Abstract

A decrease in the prostacyclin (PGI2) stimulating activity of plasma has been reported in children with HUS. Although no study has attempted to assess plasma PGI2 levels themselves, the presence of a decrease in the PGI2 stimulating activity has been equated with a deficiency of PGI2 in HUS. We have conducted an evaluation of plasma prostanoids (PGI2 and TXB2) in 5 children admitted to SUNY during an epidemic of HUS in the northeast and in 23 controls. We were unable to document a pivotal role for PGI2 deficiency in HUS. Using an RIA for plasma 6KPGF1α(the stable hydrolysis product of PGI2), patients with HUS demonstrated elevated 6KPGF1α levels of 1.05±0.3 (1SD) pmol/ml when compared to controls (0.41±0.13; p<0.001). Increased production of PGI2 in HUS was accompanied by a concomitant increase in plasma thromboxane.

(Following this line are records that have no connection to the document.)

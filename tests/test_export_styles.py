"""SLD style files and the shared palette.

Sources:
- OGC 05-078r4 (2007), Styled Layer Descriptor 1.1.0; OGC 05-077r4 (2006),
  Symbology Encoding 1.1.0; OGC 04-095 (2005), Filter Encoding 1.1.0: the
  namespaces, and that a Rule holds an optional Filter/ElseFilter followed by
  one or more symbolizers (element order from memory of the SE schema).
- CIE 15 (2004) CIELAB and IEC 61966-2-1 (1999) sRGB: the palette's own
  LCh -> sRGB conversion is checked against scikit-image's ``lab2rgb``.
- Sharma, Wu and Dalal (2005), "The CIEDE2000 color-difference formula":
  legend entries shown together are checked pairwise with scikit-image's
  ``deltaE_ciede2000`` (and the implementation against the paper's first
  published test pairs).
- Brewer (2003), ColorBrewer: sequential schemes stay readable to
  colour-blind readers when lightness changes monotonically (common practice).
"""

from __future__ import annotations

import re
import sys
import xml.etree.ElementTree as ET
from pathlib import Path

import numpy as np
import pytest

sys.path.insert(0, str(Path(__file__).parent))
from helpers.export_layers import sample_comparison, sample_layers  # noqa: E402

from geo_reach.errors import OutputExistsError  # noqa: E402
from geo_reach.export import palette as P  # noqa: E402
from geo_reach.export.styles import (OGC_NS, SE_NS, SLD_NS, change_sld, edges_sld, hubs_sld,  # noqa: E402
                                     reach_bands_sld, reach_rings_sld, sld_for, style_path, weak_regions_sld,
                                     write_styles)

NS = {"sld": SLD_NS, "se": SE_NS, "ogc": OGC_NS}
SYMBOLIZERS = ("LineSymbolizer", "PolygonSymbolizer", "PointSymbolizer", "TextSymbolizer", "RasterSymbolizer")
HEX = re.compile(r"^#[0-9a-f]{6}$")


def _rules(text: str):
    root = ET.fromstring(text.encode("utf-8"))
    assert root.tag == f"{{{SLD_NS}}}StyledLayerDescriptor"
    assert root.get("version") == "1.1.0"
    return root, root.findall(".//se:Rule", NS)


def _check_document(text: str):
    root, rules = _rules(text)
    assert rules
    assert root.find("sld:NamedLayer/se:Name", NS) is not None
    assert root.find("sld:NamedLayer/sld:UserStyle/se:FeatureTypeStyle", NS) is not None
    for rule in rules:
        children = [c.tag for c in rule]
        filt = [i for i, t in enumerate(children) if t in (f"{{{OGC_NS}}}Filter", f"{{{SE_NS}}}ElseFilter")]
        syms = [i for i, t in enumerate(children) if t.split("}")[1] in SYMBOLIZERS and t.startswith(f"{{{SE_NS}}}")]
        assert len(filt) == 1, "every rule has exactly one filter"
        assert syms, "every rule has a symbolizer"
        assert filt[0] < min(syms), "SE 1.1: the filter comes before the symbolizers"
        assert children[0] == f"{{{SE_NS}}}Name"
    for p in root.iter(f"{{{SE_NS}}}SvgParameter"):
        if p.get("name") in ("fill", "stroke"):
            assert HEX.match(p.text), p.text
    return root, rules


def _matches(filt, props: dict) -> bool:
    """Evaluate the small Filter Encoding subset we write."""
    tag = filt.tag.split("}")[1]
    if tag == "Filter":
        return _matches(list(filt)[0], props)
    if tag == "And":
        return all(_matches(c, props) for c in filt)
    if tag == "PropertyIsNull":
        return props.get(filt.find("ogc:PropertyName", NS).text) is None
    name = filt.find("ogc:PropertyName", NS).text
    lit = filt.find("ogc:Literal", NS).text
    v = props.get(name)
    if v is None:
        return False
    if tag == "PropertyIsEqualTo":
        return (float(v) == float(lit)) if isinstance(v, (int, float)) else (str(v) == lit)
    v, lit = float(v), float(lit)
    return {"PropertyIsLessThan": v < lit, "PropertyIsGreaterThanOrEqualTo": v >= lit}[tag]


def _rule_for(rules, props):
    """The rules that apply to a feature (ElseFilter: when no other rule applies)."""
    hit = [r for r in rules if r.find("ogc:Filter", NS) is not None and _matches(r.find("ogc:Filter", NS), props)]
    if not hit:
        hit = [r for r in rules if r.find("se:ElseFilter", NS) is not None]
    return hit


def _colour(rule):
    for name in ("stroke", "fill"):
        for sym in rule:
            if sym.tag.endswith("TextSymbolizer"):
                continue
            p = sym.find(f".//se:SvgParameter[@name='{name}']", NS)
            if p is not None and (name == "stroke" and sym.tag.endswith("LineSymbolizer")
                                  or name == "fill" and not sym.tag.endswith("LineSymbolizer")):
                return p.text
    raise AssertionError("no colour")


@pytest.fixture(scope="module")
def layers():
    return sample_layers()


def test_edges_style_every_value_in_exactly_one_rule_with_the_palette_colour(layers):
    values = layers["edges"]["hub_minutes"].to_numpy(float)
    text = edges_sld(values)
    _, rules = _check_document(text)
    classes = P.cost_classes(values)
    probe = list(values) + [0.0, 1e6] + [c.lo for c in classes if c.lo is not None]
    for v in probe:
        props = {"hub_minutes": None if np.isnan(v) else float(v)}
        hit = _rule_for(rules, props)
        assert len(hit) == 1, (v, [h.find("se:Name", NS).text for h in hit])
        want = P.NO_VALUE if np.isnan(v) else P.colour_of([v], classes)[0]
        assert _colour(hit[0]) == want


def test_edges_style_for_another_weight():
    values = np.array([120.0, 5400.0, 23000.0, np.nan])
    text = edges_sld(values, field="hub_length_m")
    _, rules = _check_document(text)
    classes = P.cost_classes(values, "m")
    assert [r.find("se:Description/se:Title", NS).text for r in rules][:-1] == [c.label for c in classes]
    for v in values:
        hit = _rule_for(rules, {"hub_length_m": None if np.isnan(v) else float(v)})
        assert len(hit) == 1 and _colour(hit[0]) == (P.NO_VALUE if np.isnan(v) else P.colour_of([v], classes)[0])


def test_reach_rings_style_one_opaque_fill_per_ring_as_on_the_map():
    to = [30.0, 60.0, 120.0, None]
    _, rules = _check_document(reach_rings_sld(to))
    classes = P.travel_classes([30, 60, 120])
    assert len(rules) == 4
    for t, c in zip(to, classes):
        hit = _rule_for(rules, {"to_minutes": t})
        assert len(hit) == 1 and _colour(hit[0]) == c.colour
        op = hit[0].find(".//se:SvgParameter[@name='fill-opacity']", NS).text
        assert float(op) == 1.0


def test_reach_bands_style_outlines_only_and_skips_per_hub_rows(layers):
    bands = [15.0, 30.0, 60.0]
    root, rules = _check_document(reach_bands_sld(bands))
    assert len(rules) == 3
    assert root.find(".//se:PolygonSymbolizer", NS) is None  # nested bands are never filled (no stacking)
    for b in bands:
        assert len(_rule_for(rules, {"within_minutes": b, "hub_id": None})) == 1
        assert _rule_for(rules, {"within_minutes": b, "hub_id": 7}) == []   # per-hub copies are not drawn


def test_weak_regions_style_fixed_colour_per_reason_and_rank_label():
    _, rules = _check_document(weak_regions_sld())
    for reason, colour in P.REASON_COLOURS.items():
        hit = _rule_for(rules, {"reason": reason})
        assert len(hit) == 1 and _colour(hit[0]) == colour
        assert hit[0].find("se:TextSymbolizer/se:Label/ogc:PropertyName", NS).text == "rank"
        assert hit[0].find("se:PolygonSymbolizer", NS) is None   # outlined, so rings show through
    # the colours do not depend on which reasons occur
    assert weak_regions_sld(["no_hub"]) == weak_regions_sld(["single_link", "beyond_threshold"])
    other = _rule_for(rules, {"reason": "something new"})
    assert len(other) == 1 and _colour(other[0]) == P.reason_colour("something new")


def test_hubs_style_shapes_by_kind():
    root, rules = _check_document(hubs_sld(["port", "clinic", "clinic", "market"]))
    sym = P.hub_symbols(["port", "clinic", "market"])
    for kind, (shape, fill) in sym.items():
        hit = _rule_for(rules, {"kind": kind})
        assert len(hit) == 1
        assert hit[0].find(".//se:WellKnownName", NS).text == shape and _colour(hit[0]) == fill
    # the marks are the well-known names of Symbology Encoding 1.1
    assert {w.text for w in root.iter(f"{{{SE_NS}}}WellKnownName")} <= {"square", "circle", "triangle", "star",
                                                                          "cross", "x"}


def test_text_from_data_is_escaped_in_xml():
    nasty = 'flooded <road> & "ford"'
    text = hubs_sld([nasty])
    assert "<road>" not in text
    _, rules = _check_document(text)
    lits = [e.text for e in ET.fromstring(text.encode()).iter(f"{{{OGC_NS}}}Literal")]
    assert nasty in lits


@pytest.mark.parametrize("kind", ["line", "polygon", "point"])
def test_change_style_diverging_and_covering(layers, kind):
    _, _, change = sample_comparison(layers["edges"])
    d = change["delta_minutes"].to_numpy(float)
    _, rules = _check_document(change_sld(d, kind))
    classes = P.change_classes(d)
    sym = {"line": "se:LineSymbolizer", "polygon": "se:PolygonSymbolizer", "point": "se:PointSymbolizer"}[kind]
    assert all(r.find(sym, NS) is not None for r in rules)
    for v in list(d) + [-1e5, 1e5, 0.0, -0.5, 0.5]:
        hit = _rule_for(rules, {"delta_minutes": float(v)})
        assert len(hit) == 1 and _colour(hit[0]) == P.colour_of([v], classes)[0]


def test_sld_for_and_write_styles_beside_the_gpkg(tmp_path, layers):
    _, _, change = sample_comparison(layers["edges"])
    rings = layers["reach_bands"].rename(columns={"within_minutes": "to_minutes"})
    lay = dict(layers, change=change, reach_rings=rings, scen_reach_rings=rings)
    gpkg = tmp_path / "results.gpkg"
    written = write_styles(gpkg, lay)
    assert [p.name for p in written] == ["results.edges.sld", "results.hubs.sld", "results.reach_bands.sld",
                                         "results.weak_regions.sld", "results.change.sld",
                                         "results.reach_rings.sld", "results.scen_reach_rings.sld"]
    for p in written:
        _check_document(p.read_text(encoding="utf-8"))
        layer = p.name.split(".")[1]
        root = ET.parse(p).getroot()
        assert root.find("sld:NamedLayer/se:Name", NS).text == layer
    assert sld_for("diameter", layers["diameter"]) is None
    pts = layers["hubs"][["geometry"]].assign(delta_minutes=[-3.0, 0.0, 7.0])
    assert "PointSymbolizer" in sld_for("scen_settlements", pts)
    assert "hub_minutes" in sld_for("scen_edges", layers["edges"])
    assert "hub_latency_ms" in sld_for("edges", layers["edges"].rename(columns={"hub_minutes": "hub_latency_ms"}))
    assert sld_for("summary", layers["hubs"].drop(columns="geometry").copy()) is None
    before = written[0].read_bytes()
    with pytest.raises(OutputExistsError, match="style file already exists"):
        write_styles(gpkg, lay)
    assert written[0].read_bytes() == before
    assert style_path(gpkg, "edges") == tmp_path / "results.edges.sld"


# ---------------------------------------------------------------- palette against outside references
def _lab(hexcol: str) -> np.ndarray:
    from skimage.color import rgb2lab

    rgb = np.array([int(hexcol[i:i + 2], 16) / 255 for i in (1, 3, 5)])
    return rgb2lab(rgb[None, None, :])[0, 0]


def _de(a: str, b: str) -> float:
    from skimage.color import deltaE_ciede2000

    return float(deltaE_ciede2000(_lab(a), _lab(b)))


def test_ciede2000_reference_pairs():
    """Sharma, Wu and Dalal (2005), Table 1, pairs 1, 7 and 17 (CIELAB in, Delta E00 out; quoted from memory)."""
    from skimage.color import deltaE_ciede2000

    pairs = [((50.0, 2.6772, -79.7751), (50.0, 0.0, -82.7485), 2.0425),
             ((50.0, 0.0, 0.0), (50.0, -1.0, 2.0), 2.3669),
             ((50.0, 2.5, 0.0), (73.0, 25.0, -18.0), 27.1492)]
    for a, b, want in pairs:
        assert float(deltaE_ciede2000(np.array(a), np.array(b))) == pytest.approx(want, abs=1e-4)


@pytest.mark.parametrize("lch", [(93, 30, 105), (48, 28, 215), (20, 45, 312), (52, 78, 355), (80, 22, 238),
                                 (100, 0, 0), (0, 0, 0), (60, 120, 30)])
def test_lch_to_hex_matches_scikit_image(lch):
    from skimage.color import lab2rgb

    L, C, h = lch
    lab = np.array([[[L, C * np.cos(np.radians(h)), C * np.sin(np.radians(h))]]])
    rgb = np.clip(lab2rgb(lab)[0, 0], 0, 1)
    want = "#" + "".join(f"{int(round(c * 255)):02x}" for c in rgb)
    got = P.lch_to_hex(*lch)
    assert max(abs(int(got[i:i + 2], 16) - int(want[i:i + 2], 16)) for i in (1, 3, 5)) <= 1, (got, want)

Compared to a plasma TXB2 level of 0.10±0.06 in controls, the mean level in patients with HUS was 0.33±0.09pmol/ml (p<0.001). When the ratio of plasma TXB2 to 6KPGF1α was evaluated as an index of proaggregatory and vasoconstrictor versus antiaggregatory and vasodilator influences, no difference was observed between controls (0.33±0.06) and HUS (0.33±0.08). Changes in prostanoid production in HUS appear to reflect vascular injury (T6KPGF1α) and concomitant platelet consumption (↑TXB2). A deficiency of PGI2 in HUS was an attractive hypothesis that explained the systemic hypertension and the observed thrombocytopenia. Our finding however does not support a role for prostacyclin deficiency, and underscores the heterogenousness of HUS.